Aun así, cuenta que esa noche pudo leer un libro en la cama para preparar una entrevista, confiando en que la madrugada despejaría falsas alarmas. Esto en atención a que unos días antes, su pareja había pasado por lo mismo, y que con apenas unas horas de malestar experimentó una mejoría inminente.
Sin embargo para él no fue así. Relata que los siguientes cuatro días terminó por desarrollar todos los síntomas propios de la enfermedad. “Cada hora que pasaba se acentuaba la enfermedad” recordó.
Para el quinto día recordó que la fiebre iba en ascenso, no conciliaba siquiera el sueño por el intenso dolor de cabeza. Comentó que esta situación apresuró su visita al servicio de urgencias más cercano en Madrid. Cuando llegó al nosocomio, en medio de un estricto protocolo, el personal de blanco le tomó la temperatura y le hizo preguntas respecto a sus síntomas. “Pronto estaba dentro, con apenas una decena de personas. Según me contó el doctor, el procedimiento era sencillo: me harían una radiografía para ver si había neumonía, ese indicativo propio del virus surgido en Wuhan (China).”
Con esas muestras, luego pasaría a un análisis y al test del SARS-CoV-2. Dependiendo de los resultados, determinarían si le ingresaban o le mandaban a casa de nuevo. El resultado no tardó: neumonía extendida a ambos pulmones.
Cuenta que tras esos resultados le extrajeron la secreción nasal para certificar el virus y también para un análisis de laboratorio. Recuerda que a la espera de esos resultados, lo dejaron con otro paciente de 53 años quien le había indicado que ya llevaba ocho días con los mismos síntomas y le describió su experiencia como “algo peor que una resaca de whisky malo”.

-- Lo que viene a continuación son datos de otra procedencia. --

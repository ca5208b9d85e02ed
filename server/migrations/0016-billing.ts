import { DataTypes, type QueryInterface } from 'sequelize'
import { createGuard, dropColumns, dropGuard, pgAnyChanged, sqliteAnyChanged, type Guard } from './lib'

/**
 * Billing, from request to payment: price lists (each save a new version, never changed), quotes
 * from reviewed requests, orders made by accepted quotes, invoices and credit notes numbered
 * gap-free in their own series (`billing_counters`, one row per series and year), payments (card,
 * from verified provider events, or bank transfers recorded by hand), card payment attempts, and
 * every verified provider event once (`payment_events.eventId` unique: a replay changes nothing).
 * Outbox messages may carry attachments (stored files, by SHA-256).
 *
 * Guards on both engines: a counter starts at 1 and moves by exactly one, never deleted; invoices
 * and credit notes are never deleted and what they state never changes once issued (only an
 * invoice's status and paidAt move); price lists, payments and provider events are never changed
 * or deleted.
 */
const id = { type: DataTypes.INTEGER, primaryKey: true, autoIncrement: true }
const user = (allowNull: boolean) => ({ type: DataTypes.INTEGER, allowNull, references: { model: 'users', key: 'id' }, onDelete: 'RESTRICT' })
const ref = (table: string, allowNull = false) => ({ type: DataTypes.INTEGER, allowNull, references: { model: table, key: 'id' }, onDelete: 'RESTRICT' })
// Minor units as 32-bit integers (up to 21 million pounds a document): both engines return them as numbers.
const money = { type: DataTypes.INTEGER, allowNull: false }
const stamps = {
  version: { type: DataTypes.INTEGER, allowNull: false, defaultValue: 0 },
  createdAt: { type: DataTypes.DATE, allowNull: false },
  updatedAt: { type: DataTypes.DATE, allowNull: false },
}

const INVOICE_FIXED = ['number', 'counterYear', 'sequence', 'orderId', 'organizationId', 'issueDate', 'dueDate', 'currency', 'taxRateBp', 'lines', 'netMinor', 'taxMinor', 'grossMinor', 'purchaseOrder', 'origin', 'pdfSha256', 'pdfSize', 'createdAt']
const CREDIT_FIXED = ['number', 'counterYear', 'sequence', 'invoiceId', 'organizationId', 'issueDate', 'cause', 'reason', 'certificateId', 'lines', 'netMinor', 'taxMinor', 'grossMinor', 'currency', 'pdfSha256', 'pdfSize', 'createdAt']


const GUARDS: Guard[] = [
  { name: 'billing_counters_no_delete', table: 'billing_counters', event: 'DELETE', message: 'billing counters cannot be deleted' },
  { name: 'billing_counters_step', table: 'billing_counters', event: 'UPDATE', message: 'invoice and credit-note numbers advance by one: no gaps, no reuse',
    sqliteWhen: 'NEW.series IS NOT OLD.series OR NEW.year IS NOT OLD.year OR NEW."lastSequence" IS NOT OLD."lastSequence" + 1',
    when: 'NEW.series IS DISTINCT FROM OLD.series OR NEW.year IS DISTINCT FROM OLD.year OR NEW."lastSequence" IS DISTINCT FROM OLD."lastSequence" + 1' },
  { name: 'billing_counters_start', table: 'billing_counters', event: 'INSERT', message: 'a billing counter starts at 1',
    sqliteWhen: 'NEW."lastSequence" IS NOT 1', when: 'NEW."lastSequence" IS DISTINCT FROM 1' },
  { name: 'invoices_no_delete', table: 'invoices', event: 'DELETE', message: 'invoices cannot be deleted: credit them' },
  { name: 'invoices_fixed', table: 'invoices', event: 'UPDATE', message: 'an issued invoice cannot change: issue a credit note',
    sqliteWhen: sqliteAnyChanged(INVOICE_FIXED), when: pgAnyChanged(INVOICE_FIXED) },
  { name: 'credit_notes_no_delete', table: 'credit_notes', event: 'DELETE', message: 'credit notes cannot be deleted' },
  { name: 'credit_notes_fixed', table: 'credit_notes', event: 'UPDATE', message: 'an issued credit note cannot change',
    sqliteWhen: sqliteAnyChanged(CREDIT_FIXED), when: pgAnyChanged(CREDIT_FIXED) },
  { name: 'price_lists_no_update', table: 'price_lists', event: 'UPDATE', message: 'a price list version cannot change: save a new version' },
  { name: 'price_lists_no_delete', table: 'price_lists', event: 'DELETE', message: 'price list versions cannot be deleted' },
  { name: 'payments_no_update', table: 'payments', event: 'UPDATE', message: 'a recorded payment cannot change' },
  { name: 'payments_no_delete', table: 'payments', event: 'DELETE', message: 'payments cannot be deleted' },
  { name: 'payment_events_no_update', table: 'payment_events', event: 'UPDATE', message: 'a received payment event cannot change' },
  { name: 'payment_events_no_delete', table: 'payment_events', event: 'DELETE', message: 'payment events cannot be deleted' },
]

export async function up({ context: qi }: { context: QueryInterface }): Promise<void> {
  await qi.addColumn('outbox_messages', 'attachments', { type: DataTypes.JSON, allowNull: true })

  await qi.createTable('price_lists', {
    id,
    versionNumber: { type: DataTypes.INTEGER, allowNull: false, unique: true },
    currency: { type: DataTypes.STRING(3), allowNull: false },
    taxRateBp: { type: DataTypes.INTEGER, allowNull: false },
    paymentTermsDays: { type: DataTypes.INTEGER, allowNull: false },
    quoteValidDays: { type: DataTypes.INTEGER, allowNull: false },
    bankDetails: { type: DataTypes.TEXT, allowNull: true },
    note: { type: DataTypes.TEXT, allowNull: true },
    items: { type: DataTypes.JSON, allowNull: false },
    extras: { type: DataTypes.JSON, allowNull: false },
    createdBy: user(true),
    ...stamps,
  })

  await qi.createTable('billing_counters', {
    series: { type: DataTypes.STRING(20), primaryKey: true },
    year: { type: DataTypes.INTEGER, primaryKey: true },
    lastSequence: { type: DataTypes.INTEGER, allowNull: false },
  })

  await qi.createTable('quotes', {
    id,
    number: { type: DataTypes.STRING(30), allowNull: false, unique: true },
    requestId: ref('calibration_requests'),
    organizationId: ref('organizations'),
    termsVersion: { type: DataTypes.INTEGER, allowNull: false },
    status: { type: DataTypes.STRING(12), allowNull: false, defaultValue: 'draft' },
    priceListId: ref('price_lists', true),
    currency: { type: DataTypes.STRING(3), allowNull: false },
    taxRateBp: { type: DataTypes.INTEGER, allowNull: false },
    lines: { type: DataTypes.JSON, allowNull: false },
    netMinor: money,
    taxMinor: money,
    grossMinor: money,
    message: { type: DataTypes.TEXT, allowNull: true },
    validUntil: { type: DataTypes.DATEONLY, allowNull: true },
    pdfSha256: { type: DataTypes.STRING(64), allowNull: true },
    sentAt: { type: DataTypes.DATE, allowNull: true },
    sentBy: user(true),
    respondedAt: { type: DataTypes.DATE, allowNull: true },
    respondedBy: user(true),
    purchaseOrder: { type: DataTypes.STRING(80), allowNull: true },
    declineReason: { type: DataTypes.TEXT, allowNull: true },
    createdBy: user(true),
    ...stamps,
  })
  await qi.addIndex('quotes', ['requestId'])
  await qi.addIndex('quotes', ['organizationId', 'status'])

  await qi.createTable('orders', {
    id,
    number: { type: DataTypes.STRING(30), allowNull: false, unique: true },
    quoteId: { ...ref('quotes'), unique: true },
    requestId: { ...ref('calibration_requests'), unique: true },
    organizationId: ref('organizations'),
    purchaseOrder: { type: DataTypes.STRING(80), allowNull: false },
    placedAt: { type: DataTypes.DATE, allowNull: false },
    placedBy: user(false),
    returnedOn: { type: DataTypes.DATEONLY, allowNull: true },
    carrier: { type: DataTypes.STRING(80), allowNull: true },
    trackingReference: { type: DataTypes.STRING(120), allowNull: true },
    returnedBy: user(true),
    ...stamps,
  })
  await qi.addIndex('orders', ['organizationId', 'placedAt'])

  await qi.createTable('invoices', {
    id,
    number: { type: DataTypes.STRING(30), allowNull: false, unique: true },
    counterYear: { type: DataTypes.INTEGER, allowNull: false },
    sequence: { type: DataTypes.INTEGER, allowNull: false },
    orderId: { ...ref('orders'), unique: true },
    organizationId: ref('organizations'),
    issueDate: { type: DataTypes.DATEONLY, allowNull: false },
    dueDate: { type: DataTypes.DATEONLY, allowNull: false },
    currency: { type: DataTypes.STRING(3), allowNull: false },
    taxRateBp: { type: DataTypes.INTEGER, allowNull: false },
    lines: { type: DataTypes.JSON, allowNull: false },
    netMinor: money,
    taxMinor: money,
    grossMinor: money,
    purchaseOrder: { type: DataTypes.STRING(80), allowNull: true },
    origin: { type: DataTypes.STRING(10), allowNull: false },
    pdfSha256: { type: DataTypes.STRING(64), allowNull: false },
    pdfSize: { type: DataTypes.INTEGER, allowNull: false },
    status: { type: DataTypes.STRING(10), allowNull: false, defaultValue: 'open' },
    paidAt: { type: DataTypes.DATE, allowNull: true },
    createdBy: user(true),
    ...stamps,
  })
  await qi.addIndex('invoices', ['counterYear', 'sequence'], { unique: true, name: 'invoices_sequence_unique' })
  await qi.addIndex('invoices', ['organizationId', 'issueDate'])
  await qi.addIndex('invoices', ['status', 'dueDate'])
  await qi.addIndex('invoices', ['issueDate'])

  await qi.createTable('credit_notes', {
    id,
    number: { type: DataTypes.STRING(30), allowNull: false, unique: true },
    counterYear: { type: DataTypes.INTEGER, allowNull: false },
    sequence: { type: DataTypes.INTEGER, allowNull: false },
    invoiceId: ref('invoices'),
    organizationId: ref('organizations'),
    issueDate: { type: DataTypes.DATEONLY, allowNull: false },
    cause: { type: DataTypes.STRING(12), allowNull: false },
    reason: { type: DataTypes.TEXT, allowNull: false },
    certificateId: ref('certificates', true),
    lines: { type: DataTypes.JSON, allowNull: false },
    netMinor: money,
    taxMinor: money,
    grossMinor: money,
    currency: { type: DataTypes.STRING(3), allowNull: false },
    pdfSha256: { type: DataTypes.STRING(64), allowNull: false },
    pdfSize: { type: DataTypes.INTEGER, allowNull: false },
    createdBy: user(true),
    ...stamps,
  })
  await qi.addIndex('credit_notes', ['counterYear', 'sequence'], { unique: true, name: 'credit_notes_sequence_unique' })
  await qi.addIndex('credit_notes', ['invoiceId'])
  await qi.addIndex('credit_notes', ['issueDate'])

  await qi.createTable('payment_attempts', {
    id,
    invoiceId: ref('invoices'),
    provider: { type: DataTypes.STRING(20), allowNull: false },
    sessionId: { type: DataTypes.STRING(200), allowNull: true, unique: true },
    amountMinor: money,
    currency: { type: DataTypes.STRING(3), allowNull: false },
    status: { type: DataTypes.STRING(10), allowNull: false, defaultValue: 'open' },
    failure: { type: DataTypes.TEXT, allowNull: true },
    completedAt: { type: DataTypes.DATE, allowNull: true },
    createdBy: user(false),
    ...stamps,
  })
  await qi.addIndex('payment_attempts', ['invoiceId'])

  await qi.createTable('payments', {
    id,
    invoiceId: ref('invoices'),
    organizationId: ref('organizations'),
    method: { type: DataTypes.STRING(20), allowNull: false },
    amountMinor: money,
    currency: { type: DataTypes.STRING(3), allowNull: false },
    receivedOn: { type: DataTypes.DATEONLY, allowNull: false },
    reference: { type: DataTypes.STRING(200), allowNull: false },
    provider: { type: DataTypes.STRING(20), allowNull: true },
    /** The provider's checkout session: one payment per session, whatever events arrive. */
    providerReference: { type: DataTypes.STRING(200), allowNull: true, unique: true },
    eventId: { type: DataTypes.STRING(200), allowNull: true },
    recordedBy: user(true),
    ...stamps,
  })
  await qi.addIndex('payments', ['invoiceId'])
  await qi.addIndex('payments', ['receivedOn'])

  await qi.createTable('payment_events', {
    id,
    eventId: { type: DataTypes.STRING(200), allowNull: false, unique: true },
    type: { type: DataTypes.STRING(100), allowNull: false },
    objectId: { type: DataTypes.STRING(200), allowNull: true },
    outcome: { type: DataTypes.STRING(30), allowNull: false },
    invoiceId: ref('invoices', true),
    receivedAt: { type: DataTypes.DATE, allowNull: false },
    createdAt: { type: DataTypes.DATE, allowNull: false },
  })

  for (const g of GUARDS) await createGuard(qi, g)
}

export async function down({ context: qi }: { context: QueryInterface }): Promise<void> {
  for (const g of [...GUARDS].reverse()) await dropGuard(qi, g.name, g.table)
  for (const t of ['payment_events', 'payments', 'payment_attempts', 'credit_notes', 'invoices', 'orders', 'quotes', 'billing_counters', 'price_lists']) await qi.dropTable(t)
  await dropColumns(qi, 'outbox_messages', ['attachments'])
}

Por si fuera poco, ese paciente había perdido a su padre por la misma enfermedad, la semana anterior. No había podido darle luto y ni siquiera sabía cómo y cuándo podría tener sus cenizas ni tramitar todo el papeleo del deceso. Su desconcierto era inexplicable.
En eso llegó el resultado. A pesar de su neumonía bipulmonar no había dolencias añadidas. Indicó que le dieron Azitromicina y Dolquine, medicamentos propios de esta pandemia (uno de ellos, el utilizado contra la malaria). “Tenía que tomar dos pastillas al día y volver a las 48 horas para un seguimiento y los resultados del test” señaló.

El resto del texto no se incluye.